Why did McGovern lose so overwhelmingly, plunging us into the disastrous Nixon presidency?  There are those who drew the misleading lesson that the “McGovern Democrats” were too far to the left, too “soft on defense” to ever win the presidency.  That lesson took root in Democratic politics and has lasted to this day.  McGovern’s own campaign manager, Gary Hart, swiftly developed a “smart on defense” strategy to immunize himself during his later presidential run.  The Clintons were scarred by the experience as well, distancing themselves from the man who had pulled Bill Clinton into his first presidential campaign.  Even today, President Obama positions himself as a hawkish centrist far removed from the ghost of George McGovern.  To this day, the Democrats have never recognized a peace caucus in the way they have accommodated every other issue-based interest group important to the party’s success.  The result is a dangerous imbalance in the mainstream political spectrum of forces, marginalizing the voices of peace within the system and disenfranchising the peace movement as an outcast grouping.

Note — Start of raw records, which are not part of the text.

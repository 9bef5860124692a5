//! `syz`: the command line over the Syzygy core. Reads files, hands their text to the core,
//! renders what comes back. No language or physics logic lives here.

// Every module prints through `output`, so that a reader closing the pipe early never
// makes a command panic (see output.rs). These shadow the standard macros of that name.
macro_rules! print {
    ($($arg:tt)*) => { $crate::output::text(format_args!($($arg)*)) };
}
macro_rules! println {
    () => { $crate::output::line(format_args!("")) };
    ($($arg:tt)*) => { $crate::output::line(format_args!($($arg)*)) };
}
macro_rules! eprintln {
    () => { $crate::output::error_line(format_args!("")) };
    ($($arg:tt)*) => { $crate::output::error_line(format_args!($($arg)*)) };
}

mod config_file;
mod csv_out;
mod ephemeris_cmd;
mod files;
mod fmt_cmd;
mod json_out;
mod output;
mod plot_cmd;
mod render;
mod sarif;

use clap::{Parser, Subcommand, ValueEnum};
use std::io::Write;
use std::path::PathBuf;
use std::process::ExitCode;
use syzygy::diagnostic::{Rule, Severity, SeverityOverride};
use syzygy::settings::Layer;
use syzygy::{Options, Propagation, Settings};

// The derivation engine makes many small allocations per system; mimalloc serves them
// faster than the system allocator across threads (docs/performance.md).
#[global_allocator]
static ALLOCATOR: mimalloc::MiMalloc = mimalloc::MiMalloc;

#[derive(Parser)]
#[command(
    name = "syz",
    version,
    about = "Check and evaluate Syzygy descriptions of stars and their planets",
    long_about = "Syzygy reads *.syz files that declare stars, planets and their measurements \
                  (with units, uncertainties and citations), derives what follows from them \
                  (semi-major axes, masses, radii, densities, temperatures, ...) and flags unit \
                  and physics inconsistencies."
)]
struct Cli {
    #[command(subcommand)]
    command: Command,
}

#[derive(Clone, Copy, PartialEq, Eq, ValueEnum)]
pub(crate) enum Format {
    Human,
    Json,
}

#[derive(Clone, Copy, PartialEq, Eq, ValueEnum)]
pub(crate) enum EvalFormat {
    Human,
    Json,
    /// A table, one row per body (see docs/csv-output.md).
    Csv,
}

#[derive(Clone, Copy, PartialEq, Eq, ValueEnum)]
pub(crate) enum CheckFormat {
    Human,
    Json,
    /// SARIF 2.1.0, for code-review and CI tools.
    Sarif,
}

#[derive(Clone, Copy, PartialEq, Eq, ValueEnum)]
enum PropagationArg {
    /// Monte Carlo sampling (default): handles asymmetric errors, limits and non-linearity.
    MonteCarlo,
    /// First-order propagation: fast, exact for linear formulas.
    Linear,
}

#[derive(clap::Args)]
struct EngineArgs {
    /// How uncertainties are propagated [default: monte-carlo, or as syzygy.toml says].
    #[arg(long, value_enum)]
    propagation: Option<PropagationArg>,
    /// Monte Carlo sample count [default: 10000, or as syzygy.toml says].
    #[arg(long, value_parser = clap::value_parser!(u32).range(1..=10_000_000))]
    samples: Option<u32>,
    /// Seed of the Monte Carlo generator (the same seed gives the same numbers) [default: 1398364761].
    #[arg(long)]
    seed: Option<u64>,
    /// Declared and derived values further apart than this many combined sigma are reported [default: 3].
    #[arg(long, value_parser = parse_sigma)]
    sigma: Option<f64>,
    /// Report this rule as an error (repeatable; see docs/rules.md for the ids).
    #[arg(long, value_name = "RULE", value_parser = parse_rule)]
    deny: Vec<Rule>,
    /// Report this rule as a warning (repeatable).
    #[arg(long, value_name = "RULE", value_parser = parse_rule)]
    warn: Vec<Rule>,
    /// Do not report this rule (repeatable).
    #[arg(long, value_name = "RULE", value_parser = parse_rule)]
    allow: Vec<Rule>,
}

fn parse_sigma(s: &str) -> Result<f64, String> {
    match s.parse::<f64>() {
        Ok(v) if v.is_finite() && v > 0.0 => Ok(v),
        _ => Err(format!(
            "expected a positive number of standard deviations, found '{s}'"
        )),
    }
}

fn parse_rule(s: &str) -> Result<Rule, String> {
    Rule::from_id(s).ok_or_else(|| {
        let ids: Vec<&str> = Rule::ALL.iter().map(|r| r.id()).collect();
        format!("unknown rule '{s}'; the rules are: {}", ids.join(", "))
    })
}

impl EngineArgs {
    /// The settings given explicitly, to lay over a project file.
    fn flags(&self) -> Layer {
        Layer {
            propagation: self.propagation.map(|p| match p {
                PropagationArg::MonteCarlo => Propagation::MonteCarlo,
                PropagationArg::Linear => Propagation::Linear,
            }),
            samples: self.samples.map(|n| n as usize),
            seed: self.seed,
            consistency_sigma: self.sigma,
            overrides: self.overrides(),
        }
    }

    fn overrides(&self) -> Vec<SeverityOverride> {
        let mut o = Vec::new();
        o.extend(self.warn.iter().map(|r| (*r, Some(Severity::Warning))));
        o.extend(self.deny.iter().map(|r| (*r, Some(Severity::Error))));
        o.extend(self.allow.iter().map(|r| (*r, None)));
        o
    }
}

On the one hand, it is unwise, we think, to pay too much attention to Tom Hayden and what he had to say about Vietnam, Nixon, and the importance of the peace movement.  Indeed, much of the rest of this article involves Hayden patting himself on the back.  In his telling, he and Jane, ended the war, riled up Congressional disapproval of Nixon’s war policies, and, most notably scared Nixon so much that he felt he had to order the break-in at the Watergate Hotel and the subsequent cover-up.  Or to put it more bluntly:  Tom Hayden never had a terribly strong relationship with reality.

On the other hand, Hayden is undoubtedly right that the Democratic Party and the political system more broadly have made far too much of McGovern’s supposed cultural radicalism.  George McGovern wasn’t a hippie.  He was a Methodist.  He wasn’t a peacenik.  He was a decorated air force pilot who flew dangerous bombing missions over Nazi occupied territory.  He wasn’t a sexual revolutionary.  He was the son of a preacher who married his wife Eleanor while he was still in college and stayed married to her for until she died, some 64 years later.  George McGovern was as white-bread as any candidate in American history.

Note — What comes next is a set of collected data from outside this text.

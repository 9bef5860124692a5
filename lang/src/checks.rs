//! The physics checker: what no real system allows, and what a planet can be made of.
//!
//! Runs on a finished [`Derivation`], reading full values (Monte Carlo samples where the
//! engine drew them; in linear mode, samples drawn here from each value's first-order
//! spread, seeded like everything else). Each check is one function; each rule is
//! documented with its physics and source in `docs/rules.md`.

use crate::ast::BodyKind;
use crate::composition::{self, CompositionClass};
use crate::constants::{M_JUPITER, M_SUN, R_EARTH};
use crate::derive::{display_unit, value, Derivation, Key};
use crate::diagnostic::{Diagnostic, Rule};
use crate::format::fixed;
use crate::formulas;
use crate::quantities::Qty;
use crate::source::Span;
use uom::si::f64::{Length, Mass, MassDensity};
use uom::si::length::meter;
use uom::si::mass::kilogram;
use uom::si::mass_density::kilogram_per_cubic_meter;

/// Probability from which a planet denser than iron is an error (the two-sided 3-sigma
/// fraction, 99.73 %, rounded; common practice).
pub const IRON_PROBABILITY: f64 = 0.997;
/// Probability from which a planet denser than iron is a warning: more likely than not by
/// far, though not yet established.
pub const IRON_WARNING_PROBABILITY: f64 = 0.90;
/// Deuterium-burning limit, about 13 Jupiter masses (Spiegel, Burrows & Milsom 2011; common practice).
pub const DEUTERIUM_LIMIT: f64 = 13.0 * M_JUPITER;
/// Hydrogen-burning limit, about 0.075 solar masses (common practice; Chabrier & Baraffe 2000).
pub const HYDROGEN_LIMIT: f64 = 0.075 * M_SUN;
/// Most samples used for composition classes.
const COMPOSITION_SAMPLES: usize = 2000;

/// What the checker found about one planet's composition: the `composition` object of the
/// JSON output, and a line of text for people.
#[derive(Debug, Clone, PartialEq)]
pub struct CompositionNote {
    pub body: usize,
    pub json: crate::report::json::Composition,
    pub text: String,
}

/// Run every check on one system.
pub fn run(d: &Derivation, diags: &mut Vec<Diagnostic>) -> Vec<CompositionNote> {
    let mut notes = Vec::new();
    for (bi, body) in d.sys.bodies.iter().enumerate() {
        match body.kind {
            BodyKind::Planet => {
                if let Some(n) = composition_check(d, bi, diags) {
                    notes.push(n);
                }
                object_class(d, bi, diags);
                size_and_orbit(d, bi, diags);
                implausible_planet(d, bi, diags);
                relation::compact_for_its_mass(d, bi, diags);
                relation::prediction_beyond_limit(d, bi, diags);
                transit_geometry(d, bi, diags);
                no_prediction(d, bi, diags);
                idle::idle_measurements(d, bi, diags);
            }
            BodyKind::Star => {
                plausible_star(d, bi, diags);
                habitable_zone_range(d, bi, diags);
            }
        }
    }
    exact::exact_measurements(d, diags);
    neglect::neglected_mass(d, diags);
    orbit_spacing(d, diags);
    notes
}

/// A value as a point for the checks: `None` for one that rests mostly on a declared limit
/// (a `mass < 60 Mjup`, or what follows from it), whose nominal is only the middle of the
/// range the limit leaves open: a check read it as a value ("a mass of 30.0 Mjup is above
/// the deuterium-burning limit", an orbit crossing at the middle of an eccentricity's
/// range) that the file never gave.
fn nominal(d: &Derivation, k: Key) -> Option<f64> {
    let v = d.value(k)?;
    let on_limit = v.budget(&d.inputs).first().is_some_and(|&(id, share)| {
        share >= crate::derive::validity::LIMIT_SHARE
            && d.inputs.get(id as usize).is_some_and(|i| i.limit.is_some())
    });
    Some(v.nominal).filter(|v| v.is_finite() && !on_limit)
}

/// Where to point a diagnostic about a body: the first of `qtys` it declares, else its name.
fn anchor(d: &Derivation, bi: usize, qtys: &[Qty]) -> Span {
    let Some(body) = d.sys.bodies.get(bi) else {
        return Span::default();
    };
    qtys.iter()
        .find_map(|q| body.get(*q).map(|decl| decl.span))
        .unwrap_or(body.name_span)
}

fn shown(q: Qty, si: f64) -> String {
    let unit = display_unit(q, si);
    format!("{} {unit}", crate::format::sig(unit.of(si), 3))
}

/// Samples of a value: the engine's, or drawn from its linear spread.
/// Class probabilities of a planet: from its aligned Monte Carlo samples when there are
/// some, else (linear propagation) by quadrature over its mass and radius, each taken as the
/// two-sided normal (median and 16th/84th percentiles) of its first-order uncertainties.
fn class_probabilities(
    d: &Derivation,
    bi: usize,
) -> Option<(composition::ClassProbabilities, &'static str)> {
    let (m, r) = (d.value((bi, Qty::Mass))?, d.value((bi, Qty::Radius))?);
    if let (Some(ms), Some(rs)) = (&m.samples, &r.samples) {
        // Classes are fractions of samples; the first COMPOSITION_SAMPLES aligned pairs
        // resolve them to 0.05%, enough for the 99.7% threshold, at a fraction of the cost.
        let n = ms.len().min(rs.len()).min(COMPOSITION_SAMPLES);
        let (ms, rs) = (ms.get(..n).unwrap_or(&[]), rs.get(..n).unwrap_or(&[]));
        return composition::ClassProbabilities::from_samples(&composition::classify(ms, rs))
            .map(|p| (p, "samples"));
    }
    let split = |v: &value::Value| {
        let (below, above) = v.linear_spread(&d.inputs);
        composition::TwoSidedNormal {
            value: v.nominal,
            below,
            above,
        }
    };
    composition::classify_distributions(
        split(m),
        split(r),
        &composition::ClassBoundaries::default(),
    )
    .map(|p| (p, "quadrature"))
}

fn composition_check(
    d: &Derivation,
    bi: usize,
    diags: &mut Vec<Diagnostic>,
) -> Option<CompositionNote> {
    let (summary, method) = class_probabilities(d, bi)?;
    let mass = nominal(d, (bi, Qty::Mass))?;
    let radius = nominal(d, (bi, Qty::Radius))?;
    let p_iron = summary.probability(composition::CompositionClass::DenserThanIron);
    if p_iron.is_finite() && p_iron >= IRON_WARNING_PROBABILITY {
        let certain = p_iron >= IRON_PROBABILITY;
        // The density of the mass and radius the classes were decided on (a declared
        // density that disagrees with them is another finding's matter).
        let density = mass / (4.0 / 3.0 * std::f64::consts::PI * radius.powi(3));
        // The same curve the classes were decided on: the iron fit, extrapolated where the
        // mass is outside its fitted range, and said so.
        let iron_curve = composition::radius_of_extrapolated(composition::Curve::PureIron, mass);
        let iron = iron_curve.map_or(f64::NAN, |p| {
            mass / (4.0 / 3.0 * std::f64::consts::PI * p.radius_m.powi(3))
        });
        let iron_r = iron_curve.map_or(f64::NAN, |p| p.radius_m / R_EARTH);
        let (fit_lo, fit_hi) = composition::Curve::PureIron.mass_range_earth();
        let extrapolated = if iron_curve.is_some_and(|p| p.extrapolated) {
            format!(
                " (the iron curve extrapolated beyond its fitted {}-{} Mearth)",
                crate::format::number(fit_lo),
                crate::format::number(fit_hi)
            )
        } else {
            String::new()
        };
        let mut diag = Diagnostic::new(
                Rule::DenserThanIron,
                anchor(d, bi, &[Qty::Radius, Qty::TransitDepth, Qty::RadiusRatio, Qty::Mass]),
                format!(
                    "{} is {}denser than pure iron: {} at {}, where a pure-iron body would have {} and a radius of {} Rearth{extrapolated} (probability {:.1}%)",
                    d.sys.bodies.get(bi).map_or("?", |b| b.id.as_str()),
                    if certain { "" } else { "probably " },
                    shown(Qty::Density, density),
                    shown(Qty::Mass, mass),
                    shown(Qty::Density, iron),
                    fixed(iron_r, 2),
                    p_iron * 100.0
                ),
            )
            .with_note("no composition is denser than pure iron at a given mass (Seager et al. 2007); the radius is likely too small or the mass too large")
            .with_help("check the transit depth and the stellar radius (a radius ratio from the wrong band or star), and the mass's unit");
        if !certain {
            diag.severity = crate::diagnostic::Severity::Warning;
            diag = diag.with_note(format!(
                "a warning from {:.0}% probability, an error from {:.1}%",
                IRON_WARNING_PROBABILITY * 100.0,
                IRON_PROBABILITY * 100.0
            ));
        }
        diags.push(diag);
    }
    let probs = &summary.probabilities;
    let best = summary.most_probable();
    let mut parts: Vec<(CompositionClass, f64)> =
        probs.iter().copied().filter(|(_, p)| *p >= 0.005).collect();
    parts.sort_by(|a, b| b.1.total_cmp(&a.1));
    let text = parts
        .iter()
        .map(|(c, p)| format!("{} {:.0}%", c.name(), p * 100.0))
        .collect::<Vec<_>>()
        .join(", ");
    let extrapolated = summary.extrapolated;
    // Giants are classed by mass and radius thresholds, not by the solid-planet curves, so
    // extrapolation is only worth saying for small planets; and not at all where no solid
    // class was given.
    let text = if best == Some(CompositionClass::OutsideModels) {
        format!("{text} ({})", CompositionClass::OutsideModels.description())
    } else if extrapolated > 0.5 && mass < composition::ClassBoundaries::default().giant_min_mass_kg
    {
        format!("{text} (curves extrapolated beyond their fitted masses)")
    } else {
        text
    };
    let _ = radius;
    Some(CompositionNote {
        body: bi,
        json: crate::report::json::Composition {
            most_probable: best.map(|c| c.name()),
            probabilities: crate::report::json::Pairs(
                probs.iter().map(|(class, p)| (class.name(), *p)).collect(),
            ),
            method,
            extrapolated_fraction: extrapolated,
            boundaries: "Seager et al. 2007 pure iron; Zeng et al. 2016 rocky (CMF 0) and CMF 0.5 mix; giant above 0.1 Mjup, inflated above 1.2 Rjup",
        },
        text,
    })
}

Moreover, his views on Vietnam weren’t all that radical, in retrospect.  And nor were his views on the military budget.  He was, in many ways, well within the mainstream of American politics on many of the issues, even those thought to be most determinative in his defeat.  Writing in the New York Times, the journalist Timothy Noah put it this way:

[I]t’s doubtful President McGovern could have halted the war more precipitously than Nixon, who yanked the last combat soldiers from Vietnam a mere four months after his re-election.  As for the three A’s, McGovern did not favor legalizing marijuana, let alone acid (though he proposed, sensibly, that possession of small amounts of marijuana be treated as a misdemeanor).  Abortion was not, McGovern said, a matter for the federal government to address, but rather best left to the states.  (This was less than a year before the Supreme Court would make abortion legal everywhere in the United States.)

McGovern did promote amnesty for Vietnam draft resisters, but [Political Science Professor and author Bruce] Miroff points out that Nixon himself “had spoken favorably about amnesty as late as the winter of 1972, and magnanimous amnesties after wars were in fact the American tradition.” . . .

Now, you may be asking yourself why any of this matters, why you should care about George McGovern and a presidential election that took place forty-five years ago.  The answer is this: we have a different theory about McGovern’s defeat, one that may well prove relevant even today.  We think that’s it’s possible that history is repeating itself, not perfectly, but at least enough to shake up the political world over the next couple of years.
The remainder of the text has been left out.